Reed Elsevier is the current owner of Spearhead, the company organising DSEI. Following on from a protest at Reed's Oxford offices last week, a group of us paid its London head office a visit on Thursday.

This was a fairly non-aggressive protest (on our part) with a banner and people leafleting passers-by and Reed employees (several of whom were shocked to learn that their company, mainly a publishing group, was so connected with arms sales). An attempt to get into the building to talk to employees was largely unsuccessful.
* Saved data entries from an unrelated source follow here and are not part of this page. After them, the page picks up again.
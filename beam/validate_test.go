package beam_test

import (
	"context"
	"math"
	"testing"

	"github.com/stretchr/testify/require"

	"soffit.example/beam"
	"soffit.example/beam/aci318"
	"soffit.example/beam/statics"
	"soffit.example/units"
)

// plain is a brief without fault, of an invented beam.
func plain() beam.Brief {
	return beam.Brief{
		Section:       beam.Section{Shape: beam.Rectangular, Width: units.Inch.Of(14), Depth: units.Inch.Of(24)},
		Concrete:      beam.Concrete{Strength: units.PSI.Of(4000)},
		Reinforcement: beam.Reinforcement{Catalog: "astm-inch", Yield: units.KSI.Of(60)},
		Exposure:      beam.Interior,
		Spans:         []units.Length{units.Foot.Of(22)},
		Supports:      []beam.Support{{Kind: statics.Pinned, Width: units.Inch.Of(12)}, {Kind: statics.Roller, Width: units.Inch.Of(12)}},
		Loads: []beam.Load{
			{Case: beam.Dead, Shape: beam.Uniform, Intensity: units.KipPerFoot.Of(1.1)},
			{Case: beam.Live, Shape: beam.Uniform, Intensity: units.KipPerFoot.Of(1.3)},
		},
	}
}

// Every fault names its field by pointer, says the value and what would do.
func TestFaultsOfABrief(t *testing.T) {
	tests := []struct {
		name string
		edit func(b *beam.Brief)
		path string
		says string
	}{
		{"no shape", func(b *beam.Brief) { b.Section.Shape = 0 }, "/section/shape", ""},
		{"zero width", func(b *beam.Brief) { b.Section.Width = units.Length{} }, "/section/width", "0 in"},
		{"negative depth", func(b *beam.Brief) { b.Section.Depth = units.Inch.Of(-3) }, "/section/depth", "-3 in"},
		{"depth not a number", func(b *beam.Brief) { b.Section.Depth = units.Inch.Of(math.NaN()) }, "/section/depth", "not a finite number"},
		{"infinite width", func(b *beam.Brief) { b.Section.Width = units.Inch.Of(math.Inf(1)) }, "/section/width", "not a finite number"},
		{"feet for inches", func(b *beam.Brief) { b.Section.Width = units.Foot.Of(140) }, "/section/width", "1680 in"},
		{"no concrete strength", func(b *beam.Brief) { b.Concrete.Strength = units.Stress{} }, "/concrete/strength", "0 ksi"},
		{"ksi for psi", func(b *beam.Brief) { b.Concrete.Strength = units.KSI.Of(4000) }, "/concrete/strength", "4000 ksi"},
		{"feathers", func(b *beam.Brief) { b.Concrete.Density = units.PoundPerCubicFoot.Of(2) }, "/concrete/density", "2 lb/ft3"},
		{"unknown kind", func(b *beam.Brief) { b.Concrete.Kind = 9 }, "/concrete/kind", ""},
		{"negative aggregate", func(b *beam.Brief) { b.Concrete.Aggregate = units.Inch.Of(-1) }, "/concrete/aggregate", "-1 in"},
		{"no yield", func(b *beam.Brief) { b.Reinforcement.Yield = units.Stress{} }, "/reinforcement/yield", "0 ksi"},
		{"soft stirrups", func(b *beam.Brief) { b.Reinforcement.StirrupYield = units.PSI.Of(60) }, "/reinforcement/stirrup_yield", "0.06 ksi"},
		{"unknown catalog", func(b *beam.Brief) { b.Reinforcement.Catalog = "astm" }, "/reinforcement/catalog", "astm"},
		{"unknown coating", func(b *beam.Brief) { b.Reinforcement.Coating = 7 }, "/reinforcement/coating", ""},
		{"unknown exposure", func(b *beam.Brief) { b.Exposure = 7 }, "/exposure", ""},
		{"cover as wide as the beam", func(b *beam.Brief) { b.Cover = units.Inch.Of(7) }, "/cover", "7 in"},
		{"nothing to carry it", func(b *beam.Brief) { b.Supports = nil }, "/supports", "0 supports"},
		{"three supports", func(b *beam.Brief) { b.Supports = append(b.Supports, b.Supports[0]) }, "/supports", "3 supports"},
		{"unknown support", func(b *beam.Brief) { b.Supports[1].Kind = 0 }, "/supports/1/kind", ""},
		{"wide support", func(b *beam.Brief) { b.Supports[0].Width = units.Foot.Of(12) }, "/supports/0/width", "144 in"},
		{"wide free end", func(b *beam.Brief) {
			b.Supports[0].Kind = statics.Fixed
			b.Supports[1].Kind = statics.Free
		}, "/supports/1/width", "12 in"},
		{"mechanism", func(b *beam.Brief) { b.Supports[1] = beam.Support{Kind: statics.Free} }, "/supports", "turns about support 1"},
		{"no span", func(b *beam.Brief) { b.Spans = nil }, "/spans", "missing"},
		{"two spans", func(b *beam.Brief) { b.Spans = append(b.Spans, b.Spans[0]) }, "/spans", "2 spans"},
		{"short span", func(b *beam.Brief) { b.Spans[0] = units.Inch.Of(1) }, "/spans/0", "1 in"},
		{"no load at all", func(b *beam.Brief) { b.Loads, b.NoSelfWeight = nil, true }, "/loads", "no load"},
		{"no case", func(b *beam.Brief) { b.Loads[0].Case = 0 }, "/loads/0/case", ""},
		{"no load shape", func(b *beam.Brief) { b.Loads[1].Shape = 0 }, "/loads/1/shape", ""},
		{"second span of one", func(b *beam.Brief) { b.Loads[1].Span = 2 }, "/loads/1/span", "2"},
		{"sustained above one", func(b *beam.Brief) { b.Loads[1].Sustained = 1.2 }, "/loads/1/sustained", "1.2"},
		{"load off the beam", func(b *beam.Brief) {
			b.Loads[0] = beam.Load{Case: beam.Dead, Shape: beam.PointLoad, At: units.Foot.Of(23), Force: units.Kip.Of(1)}
		}, "/loads/0/at", "276 in"},
		{"backward partial load", func(b *beam.Brief) {
			b.Loads[0] = beam.Load{Case: beam.Dead, Shape: beam.Partial, From: units.Foot.Of(8), To: units.Foot.Of(4), Intensity: units.KipPerFoot.Of(1)}
		}, "/loads/0/to", "48 in"},
		{"absurd load", func(b *beam.Brief) { b.Loads[0].Intensity = units.KipPerFoot.Of(1e9) }, "/loads/0/intensity", "kip/ft"},
		{"load not a number", func(b *beam.Brief) { b.Loads[0].Intensity = units.KipPerFoot.Of(math.NaN()) }, "/loads/0/intensity", "not a finite number"},
		{"spans and demands", func(b *beam.Brief) { b.Demands = []beam.Demand{{Name: "A"}} }, "/demands", "not both"},
		{"unknown bar", func(b *beam.Brief) { b.Preferences.Bars = []string{"#12"} }, "/preferences/bars/0", "#12"},
		{"bar twice", func(b *beam.Brief) { b.Preferences.Bars = []string{"#8", "#8"} }, "/preferences/bars/1", "twice"},
		{"unknown stirrup", func(b *beam.Brief) { b.Preferences.Stirrups = []string{"No. 3"} }, "/preferences/stirrups/0", "No. 3"},
		{"stirrups too thick to bend", func(b *beam.Brief) { b.Preferences.Stirrups = []string{"#9"} }, "/preferences/stirrups/0", "#9"},
		{"nine layers", func(b *beam.Brief) { b.Preferences.MaxLayers = 9 }, "/preferences/max_layers", "9"},
		{"one leg", func(b *beam.Brief) { b.Preferences.MaxLegs = 1 }, "/preferences/max_legs", "1"},
		{"two zones", func(b *beam.Brief) { b.Preferences.MaxZones = 2 }, "/preferences/max_zones", "2"},
		{"flat depth", func(b *beam.Brief) { b.Preferences.Depths = []units.Length{units.Inch.Of(0.1)} }, "/preferences/depths/0", "0.1 in"},
		{"unknown preference", func(b *beam.Brief) { b.Preferences.Prefer = 11 }, "/preferences/prefer", ""},
		{"unknown reading", func(b *beam.Brief) { b.Readings.ShearRow = 5 }, "/shear_row", ""},
		{"months", func(b *beam.Brief) { b.Serviceability.Months = -1 }, "/serviceability/months", "-1"},
		{"unbraced by nothing", func(b *beam.Brief) { b.Braced = units.Inch.Of(-1) }, "/braced", "-1 in"},
	}
	for _, tt := range tests {
		t.Run(tt.name, func(t *testing.T) {
			b := plain()
			tt.edit(&b)
			_, err := beam.Design(context.Background(), aci318.ACI31819(), b)
			var input *beam.InputError
			require.ErrorAs(t, err, &input)
			require.Len(t, input.Faults, 1, "%v", err)
			require.Equal(t, tt.path, input.Faults[0].Path)
			require.Contains(t, input.Faults[0].Detail, tt.says)
			require.NotContains(t, input.Faults[0].Detail, "NaN")
		})
	}
}

func TestEveryFaultAtOnce(t *testing.T) {
	b := plain()
	b.Section.Width = units.Length{}
	b.Concrete.Strength = units.Stress{}
	b.Loads[1].Sustained = -1
	_, err := beam.Design(context.Background(), aci318.ACI31819(), b)
	var input *beam.InputError
	require.ErrorAs(t, err, &input)
	require.Len(t, input.Faults, 3)
	require.Contains(t, err.Error(), "3 faults")
}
The Met were out in force, obviously having nothing better to do with their time than harrass and repeatedly photograph people handing out leaflets (the camera loves our faces...). One cop was trying to get names and addresses from people claiming the anti-social behaviour act forces you to give your details. Can anyone confirm/deny this (with chapter and verse if possible)? What would the consequences of refusal be?

Incidentally, if being followed by police in Central London, as we were afterwards, try going to Charing Cross police station - a notice on the door orders 'No entry for police personnel, use back entrance' - and the receptionist got very sniffy with our tail when they tried to come inside...

The campaign to get Reed to disinvest from Spearhead is only just starting - watch this space.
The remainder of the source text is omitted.